- Genre: Electronic music, rock music, etc.
- Location: Online
- Years active: 2007
- Founders: Second Life

= Secondfest =

Music festival

Secondfest is a music festival which takes place in the Second Life virtual world. Unlike other musical performances on the web which provide audio through individual web pages for listeners to enjoy by themselves, Secondfest offers an on-line community the ability to experience entertainment together, in a large virtual space.

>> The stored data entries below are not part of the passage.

// Following a family of folded states as one drive moves (the other drives held): samples solved exactly at
// the requested drive values, the rate and curvature of every hinge, the condition number, and the events
// on the way (turning point, branch point, hinge limit, folded flat, corrector failure).
//
// Two methods, chosen per pattern:
//  - propagation (solver/paths/propagate.ts) for meshes of degree-4 vertices with nothing held: every sample is
//    solved in closed form vertex by vertex, O(creases), and checked on the closure residual;
//  - pseudo-arclength continuation on the sparse Jacobian otherwise (and wherever propagation stops):
//    tangent from the null space of J (held-column split: J_{−k}·b = −J_k, t = (1, b)/|…|), a predictor
//    step along it, a Newton corrector on {closure, t·(y − y₀) = h}, and a step length adapted to the
//    corrector. Normal-matrix factors are reused along the path as preconditioners for conjugate gradients.
// Samples are never interpolated: each is a Newton solve (or a propagation) at exactly its drive value.

import type { Drive, Message, Pattern } from '../types';
import { buildClosureSystem, type ClosureSystem } from '../closure/blocks';
import { ClosureProblem, RESIDUAL_TOLERANCE } from '../closure/newton';
import { NEAR_SINGULAR_CONDITION } from '../closure/analysis';
import { planPropagation, propagate, propagationWork, type PropagationPlan, type PropagationWork, type RootChoice } from './propagate';
import { ConditionTracker, NormalSystem, dot } from './linear';
import { branchesAt, flatBranches, tangentMatchesAssignment, type Branch } from './branches';
import { matchesAssignment, solveDrives } from '../search/solve';
import { wrapAngle } from '../math/rotation';
import type { ChecksSummary, StateChecks } from '../outputs/path-physics';

const DEG = 180 / Math.PI;
/** A sample is kept when its largest vertex residual is at most this (radians); RESIDUAL_TOLERANCE is 1e-10. */
const SAMPLE_TOLERANCE = RESIDUAL_TOLERANCE;
/** Newton polishes samples and continuation points to this when it can (radians). */
const POLISH = 1e-13;
/** Largest drive step between two propagation solves (radians): keeps the root choice on the branch. */
const PROPAGATION_STEP = 2 / DEG;
/** Continuation step limits: arclength over the unknowns (radians), and the largest change of one angle per step. */
const H_MIN = 1e-9;
const MAX_ANGLE_STEP = 0.15;
/** At a drive of ±180°, a crease this close (radians) to ±180° or 0 on the path is taken to be exactly there. */
const FLAT_END_SNAP = 0.05;
/** A crease this close to ±180° is folded flat. */
const FLAT_FOLDED = 1e-7;
/** Samples this close to flat (radians) on a branch from flat come from the branch's series; see seriesSamples. */
const SERIES_LIMIT = 1e-3;
/** where the series' third-order term is fitted (radians, 0.5°) */
const SERIES_ANCHOR = 0.5 / DEG;
/** Samples above this count are refused (a request that would not fit in memory). */
export const MAX_SAMPLES = 100_000;

export type SweepMethod = 'propagate' | 'continue';

export interface SweepOptions {
  /** crease index of the drive */
  drive: number;
  /** radians */
  from: number;
  to: number;
  /** sample spacing in radians (> 0); or give `samples` */
  step?: number;
  /** explicit sample drive values (radians, monotonic from → to) */
  samples?: number[];
  /** other drives held at their values */
  holds?: Drive[];
  /** branch id (from flatBranches with the same holds) when the sweep starts at the flat state */
  branch?: number;
  /** with holds that are not zero: which solution of the start (1-based, in solveDrives order) */
  solution?: number;
  /** at a flat start without `branch`: take the ray closest to this direction (over creases) */
  prefer?: Float64Array;
  /** a closed state to start from (full crease vector); the sweep first follows it to `from` */
  start?: Float64Array;
  /** 'auto' (default): propagation when it applies, else continuation */
  method?: 'auto' | SweepMethod;
  /** hinge curvature d²ρ/dθ² per sample (needed for hinge accelerations); default false */
  curvature?: boolean;
  /** evaluate the condition number every k samples and at the last, Infinity for the last only, 0 for never (default: see defaultConditionEvery) */
  conditionEvery?: number;
  /** analyse the rays at branch points found (default true) */
  analyzeBranches?: boolean;
}

export interface SweepSample {
  /** drive value, radians (exactly the requested value) */
  drive: number;
  /** fold angle of every crease, radians */
  angles: Float64Array;
  maxResidual: number;
  /** dρ/dθ of every crease (rad/rad = deg/deg); 1 for the drive, 0 for held creases */
  rates: Float64Array;
  /** d²ρ/dθ² of every crease (rad/rad²), when asked for */
  curvature?: Float64Array;
  /** 2-norm condition number of the free creases' Jacobian; NaN when not evaluated at this sample */
  condition: number;
  nearSingular: boolean;
  /** what a caller's onSample hook found here (contact, torque), when it checks */
  checks?: StateChecks;
}

export type SweepEventType = 'turning-point' | 'branch-point' | 'hinge-limit' | 'folded-flat' | 'corrector-failed' | 'contact';

export interface SweepEvent {
  type: SweepEventType;
  /** drive value where it happens, radians */
  drive: number;
  text: string;
  crease?: number;
  /** the state at the event */
  angles: Float64Array;
  /** rays leaving a branch point */
  branches?: Branch[];
  /** contact: the two panels, a point of the contact and their distance there (file units) */
  panels?: [number, number];
  point?: [number, number, number];
  distance?: number;
}

export type SweepStatus = 'complete' | 'partial' | 'stopped' | 'failed';

export interface SweepResult {
  drive: number;
  samples: SweepSample[];
  events: SweepEvent[];
  messages: Message[];
  /** complete: every sample; partial: the path ended early (an event says why); stopped: interrupted; failed: no start */
  status: SweepStatus;
  requested: number;
  method: SweepMethod | 'mixed';
  branch?: { id?: number; name: string; matchesAssignment: boolean; text: string };
  conditionEvery: number;
  stats: { steps: number; factorizations: number; propagations: number };
  /** what the caller's per-sample checks found over the path (contact, peak torque), when it checks */
  checks?: ChecksSummary;
}

export interface SweepHooks {
  onProgress?(done: number, total: number): void;
  shouldStop?(): boolean;
  /** called with every sample as it is recorded; 'stop' ends the path there (status partial) */
  onSample?(sample: SweepSample): 'stop' | void;
}

/**
 * Samples between condition-number evaluations by default: every sample up to 400 free creases, one in ⌈n/100⌉
 * up to 4000 (and the last), and above that the last sample only (Infinity): an evaluation costs a
 * normal-matrix factorization and a few eigen-iterations, far more than a propagated sample on a large sheet.
 * Ask for more with conditionEvery; 0 evaluates none.
 */
export function defaultConditionEvery(unknowns: number): number {
  return unknowns <= 400 ? 1 : unknowns <= 4000 ? Math.ceil(unknowns / 100) : Infinity;
}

The first Secondfest event was aired in June 2007 and was favorably received by the artists and Second Life users alike. The festival was conceived and produced by the company Rivers Run Red - the metaverse development agency based in London (directed by Justin Bovington) and Sara Linfoot (head of digital partnerships) and Sarah Ellison (head of events) at The Guardian and curated by Sav Remzi of Tirk Records. The event was sponsored by Intel, with an emphasis on the 'power within' This, the first on-line festival of its type, featured artists and arenas from the UK festival circuit. Secondfest was subsequently awarded the AOP (Association of Online Publishers) prize for the 'Innovation' category and The Guardian Achievement Award for 'Innovation in advertising'.

==Day one==
Artists that performed on day one included:
- Toby Tobias
- Glimmer Twins
- Greg Wilson
- Groove Armada's Tom Findlay

==Day two==
Day two, making use of four 'stages', included the following artists:
- Hot Chip
- The Cinematic Orchestra
- Gilles Peterson
- New Young Pony Club
- The Aliens
- Hexstatic
- Coldcut

==Other==
Other real world artists who performed include:
- Pet Shop Boys
- Hadouken!
- Florence and the Machine
- Rob da Bank

In-universe bands also played:
- Strangefates
- DJ Jenns
- DJ Doubledown Tandino
- Slim Warrior

Also billed to 'appear' were:
- Simian Mobile Disco
- Digitalism
- The Knife

As well as the four stages, the festival site included a cinema, private beach party, games, roller skating, food court, bar, deer rides and walk on map.